Why do a coset is isomorphic to a certain set.

Question

I have encountered with the proof of the next lemma

suppose G is a finite abelian p-group, and let $C$ a cyclic subgroup of maximal order, then $G=C\oplus H$ for some subgroup $H$

at http://torus.math.uiuc.edu/jms/m317/handouts/finabel.pdf, but in the proof the say that

$(C+K)/K \cong C$

but the reason they give is only the following:

Because K has prime order, K∩C={e}, which implies that $(C+K)/K \cong C$ , but Can you proof in detail that implication please, is because I don't see why that is true, thank you a lot. I'll appreciate your answers.

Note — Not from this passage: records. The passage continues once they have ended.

import { type Terms } from '../span.ts';
import { withAliases } from './aliases.ts';
import { findCandidates } from './announce/candidates.ts';
import { chooseChain } from './announce/chain.ts';
import { type Cue } from './cue.ts';
import { type Draft } from './draft.ts';
import { draftPieces } from './draft-pieces.ts';
import { placeSilences } from './place-silences.ts';
import { readPieces } from './read-pieces.ts';
import { sentencesOf } from './sentences.ts';
import { findSkipped } from './skipped.ts';
import { findSteps } from './steps.ts';
import { findSuggestions } from './suggestions.ts';
import { inferTerms, inUsTerms } from './terms.ts';
import { type Token, tokensOf } from './tokens.ts';
import { type Word, wordsOf } from './words.ts';

/**
 * Drafts a pattern from a timed transcript: pieces, lines with their moments, shorthand, said totals, and for each line
 * the words it came from. Never throws; what was not understood is quoted. Takes time linear in the transcript.
 * @param options.terms overrules the terms inferred from the talk
 */
export function readTranscript(cues: readonly Cue[], options: { readonly terms?: Terms } = {}): Draft {
  const spoken = wordsOf(cues);
  const { tokens: heard, corrections } = tokensOf(spoken);
  const inferred = inferTerms(heard);
  const terms = options.terms ?? inferred.terms;
  const tokens = withAliases(inUsTerms(heard, terms));
  const sentences = sentencesOf(tokens, spoken);
  const skipped = findSkipped(tokens, sentences);
  const candidates = findCandidates(tokens, sentences).filter(
    (one) => !sentences.isPunctuated || skipped[one.mark] !== true,
  );
  const chain = chooseChain(candidates, tokens);
  const steps = findSteps(tokens, sentences, skipped);
  const moments = [...chain.map((one) => one.candidate.at), ...steps.map((step) => step.at)].sort((a, b) => a - b);
  const words = placeSilences(
    spoken,
    moments.map((at) => tokens[at]!.first),
  );
  const silenceAfter = (token: Token) => words[token.last + 1]?.silenceMs ?? 0;
  const pieces = readPieces({ tokens, sentences, skipped }, chain, steps, silenceAfter);
  return {
    terms,
    termsReason: options.terms === undefined ? inferred.reason : 'Chosen by hand.',
    pieces: draftPieces(pieces, { tokens, words, sentences }, terms),
    suggestions: findSuggestions(words, chain[0] === undefined ? words.length : tokens[chain[0].candidate.at]!.first),
    corrections: corrections.map((one) => ({ ...one, atMs: words[one.firstWord]!.startMs })),
    notice: pieces.length > 0 ? null : noticeFor(words),
  };
}

function noticeFor(words: readonly Word[]): string {
  if (words.length === 0) return 'There are no words in this transcript.';
  return 'No rounds or rows were found in this transcript. If it is not in English, mark the lines by hand: everything else works the same.';
}
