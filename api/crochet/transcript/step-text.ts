const LEADS = /^(?:(?:now|then|so|and|okay|ok|right|well|but|um|uh|alright)(?![\p{L}'’-])[,.…]*\s*)+/iu;

/** A step's words as a sentence: without the little words before it, with a capital and a full stop. */
export function stepText(spoken: string): string {
  const bare = spoken.replace(LEADS, '').replace(/[\s,;:–—-]+$/u, '');
  const text = bare === '' ? spoken : bare;
  const first = String.fromCodePoint(text.codePointAt(0) ?? 32);
  return `${first.toUpperCase()}${text.slice(first.length)}${/[.!?…]["'”’)\]]*$/u.test(text) ? '' : '.'}`;
}
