import { type Terms } from '../span.ts';
import { type Totals } from '../language/tree.ts';
import { type Verdict } from '../count/result.ts';
import { type Unit } from './work/units.ts';

/** Words of the transcript that a line was drafted from, by their part in it. */
export interface Evidence {
  readonly role: 'announcement' | 'work' | 'total' | 'unread';
  /** Indices of the first and the last word, over the whole transcript. */
  readonly firstWord: number;
  readonly lastWord: number;
  readonly startMs: number;
  readonly endMs: number;
  readonly words: string;
}

/** How sure the reading of a line is, which says what to look at first. */
export type Confidence = 'sure' | 'look' | 'ask';

export interface DraftLine {
  readonly kind: 'foundation' | 'round' | 'row' | 'step';
  readonly label: string;
  readonly from: number | null;
  readonly to: number | null;
  /** The instruction in shorthand, in house style; for a step the words themselves. */
  readonly text: string;
  readonly said: Totals | null;
  readonly startMs: number;
  readonly endMs: number;
  readonly evidence: readonly Evidence[];
  /** What was said and not understood. */
  readonly unread: { readonly quote: string; readonly atMs: number } | null;
  readonly confidence: Confidence;
  readonly verdict: Verdict;
  readonly count: number | null;
  readonly loops: 'both' | 'back' | 'front';
  readonly units: readonly Unit[];
  /** For a step: stuff, eyes, finish, sew … */
  readonly topic: string | null;
}

export interface DraftPiece {
  readonly name: string;
  readonly make: number;
  readonly worked: 'spiral' | 'joined' | 'rows';
  readonly lines: readonly DraftLine[];
}

export interface Suggestion {
  readonly kind: 'hook' | 'yarn' | 'notion' | 'caution' | 'technique' | 'gauge';
  readonly text: string;
  readonly atMs: number;
}

export interface WordCorrection {
  readonly firstWord: number;
  readonly lastWord: number;
  readonly heard: string;
  readonly meant: string;
  readonly atMs: number;
}

/** A pattern drafted from a transcript, with everything uncertain shown. */
export interface Draft {
  readonly terms: Terms;
  readonly termsReason: string;
  readonly pieces: readonly DraftPiece[];
  readonly suggestions: readonly Suggestion[];
  /** Mis-heard trade words, to be taken into the captions. */
  readonly corrections: readonly WordCorrection[];
  /** Set where the transcript does not seem to be English crochet talk: nothing could be drafted. */
  readonly notice: string | null;
}
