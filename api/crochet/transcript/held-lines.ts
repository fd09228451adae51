import { type SaidLine, type WrittenLine } from './held-against.ts';

/** A range of more rounds than this is found by its first ones. */
const MOST_ROUNDS = 400;
/** Words shorter than this, and letters behind this many, do not tell steps apart: "stuffing" is "stuff". */
const SHORTEST = 4;
const STEM = 4;
/** So many steps that share a word are looked at, on either side of where the step stands. */
const MOST_ALIKE = 6;

/** Drafted lines that a written line was found in; indices into the drafted ones, in order. */
export interface LinePair {
  readonly said: readonly number[];
}

type Numbered = Pick<WrittenLine, 'kind' | 'from' | 'to'>;

const isNumbered = ({ kind, from }: Numbered) => from !== null && (kind === 'round' || kind === 'row');

function numbersOf({ from, to }: Numbered): number[] {
  const many = Math.min(MOST_ROUNDS, Math.max(1, (to ?? from!) - from! + 1));
  return Array.from({ length: many }, (_, i) => from! + i);
}

/** By the numbers spoken: a range is found where any of its rounds was said, and one round in a range that holds it. */
function findByNumber(written: readonly WrittenLine[], said: readonly SaidLine[], pairs: Set<number>[]): void {
  const places = new Map<string, number>();
  said.forEach((line, at) => {
    if (!isNumbered(line)) return;
    for (const n of numbersOf(line)) {
      // Said twice, the first stands: what comes after it is a look back.
      for (const key of [`${line.kind} ${n}`, `any ${n}`]) if (!places.has(key)) places.set(key, at);
    }
  });
  // Where only one of the two is written, what was called the other is meant: "row nine" of a spiral.
  const isMixed = new Set(written.filter(isNumbered).map(({ kind }) => kind)).size > 1;
  written.forEach((line, i) => {
    if (!isNumbered(line)) return;
    for (const n of numbersOf(line)) {
      const at = places.get(`${line.kind} ${n}`) ?? (isMixed ? undefined : places.get(`any ${n}`));
      if (at !== undefined) pairs[i]!.add(at);
    }
  });
}

const workOf = (line: { readonly work: readonly string[]; readonly kind: string }) =>
  line.work.length > 0 ? line.work.join() : '';

/** What bears another number but is the same work, between lines that were found before and after it. */
function findByWork(written: readonly WrittenLine[], said: readonly SaidLine[], pairs: Set<number>[]): void {
  const met = new Set(pairs.flatMap((pair) => [...pair]));
  let next = 0;
  written.forEach((line, i) => {
    const own = pairs[i]!;
    if (own.size > 0) {
      next = Math.max(next, ...own) + 1;
      return;
    }
    if (!isNumbered(line) || workOf(line) === '') return;
    const at = next < said.length && !met.has(next) && workOf(said[next]!) === workOf(line) ? next : -1;
    if (at < 0) return;
    own.add(at);
    met.add(at);
    next = at + 1;
  });
}

/** Foundations in their order: there is nothing else to know them by. */
function findFoundations(written: readonly WrittenLine[], said: readonly SaidLine[], pairs: Set<number>[]): void {
  const places = said.flatMap(({ kind }, at) => (kind === 'foundation' ? [at] : []));
  let next = 0;
  written.forEach(({ kind }, i) => {
    const at = kind === 'foundation' ? places[next++] : undefined;
    if (at !== undefined) pairs[i]!.add(at);
  });
}

const stemsOf = (text: string): Set<string> =>
  new Set(
    text
      .toLowerCase()
      .split(/[^\p{L}]+/u)
      .filter((word) => word.length >= SHORTEST)
      .map((word) => word.slice(0, STEM)),
  );

/** For each line the last number before it: where between the rounds a step stands. */
function slotsOf(lines: readonly Numbered[]): number[] {
  let slot = 0;
  return lines.map((line) => (isNumbered(line) ? (slot = line.to ?? line.from!) : slot));
}

/** The steps of a list nearest to a place between the rounds. */
function nearSlot(list: readonly number[], slots: readonly number[], slot: number): readonly number[] {
  let low = 0;
  let high = list.length;
  while (low < high) {
    const middle = (low + high) >> 1;
    if (slots[list[middle]!]! < slot) low = middle + 1;
    else high = middle;
  }
  return list.slice(Math.max(0, low - MOST_ALIKE), low + MOST_ALIKE);
}

/** Steps by the words they share, the nearest between the rounds first; each drafted step is one written step. */
function findSteps(written: readonly WrittenLine[], said: readonly SaidLine[], pairs: Set<number>[]): void {
  const places = new Map<string, number[]>();
  said.forEach((line, at) => {
    if (line.kind !== 'step') return;
    for (const stem of stemsOf(line.text)) {
      const list = places.get(stem);
      if (list) list.push(at);
      else places.set(stem, [at]);
    }
  });
  const [slots, saidSlots] = [slotsOf(written), slotsOf(said)];
  const met = new Set<number>();
  written.forEach((line, i) => {
    if (line.kind !== 'step') return;
    const shared = new Map<number, number>();
    for (const stem of stemsOf(line.text)) {
      for (const at of nearSlot(places.get(stem) ?? [], saidSlots, slots[i]!)) {
        if (!met.has(at)) shared.set(at, (shared.get(at) ?? 0) + 1);
      }
    }
    const worth = ([at, many]: readonly [number, number]) => many - Math.abs(saidSlots[at]! - slots[i]!) / 2;
    const best = [...shared].sort((a, b) => worth(b) - worth(a) || a[0] - b[0])[0];
    if (best === undefined || worth(best) <= 0) return;
    pairs[i]!.add(best[0]);
    met.add(best[0]);
  });
}

/**
 * Finds each written line of a piece among those drafted for it: rounds and rows by the numbers spoken, then by their
 * work; foundations by their order; steps by the words they share.
 */
export function matchHeldLines(written: readonly WrittenLine[], said: readonly SaidLine[]): LinePair[] {
  const pairs = written.map(() => new Set<number>());
  findByNumber(written, said, pairs);
  findByWork(written, said, pairs);
  findFoundations(written, said, pairs);
  findSteps(written, said, pairs);
  return pairs.map((pair) => ({ said: [...pair].sort((a, b) => a - b) }));
}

Is there an alternative proof of the one offer by @Hayden, thanks

Answer 1

The Second* Isomorphism Theorem (for Groups) states that for a group $G$, $S$ a subgroup of $G$, and $N$ a normal subgroup of $G$, then

1. $SN=\{sn \in G \mid s\in S, n\in N\}$ is a subgroup of $G$,
2. $S\cap N$ is a normal subgroup of $S$, and
3. $(SN)/N\cong S/(S\cap N)$.

Thus, taking $G$ to be abelian (so we will use additive notation rather than multiplicative notation), we see that $$\frac{C+K}{K}\cong \frac{C}{C\cap K}=\frac{C}{\{e\}}\cong C.$$

(*: The ordering of the isomorphism theorems are not altogether standard, so this might be different than the numbering you might have seen before. I'm using the numbering from wikipedia for simplicity.)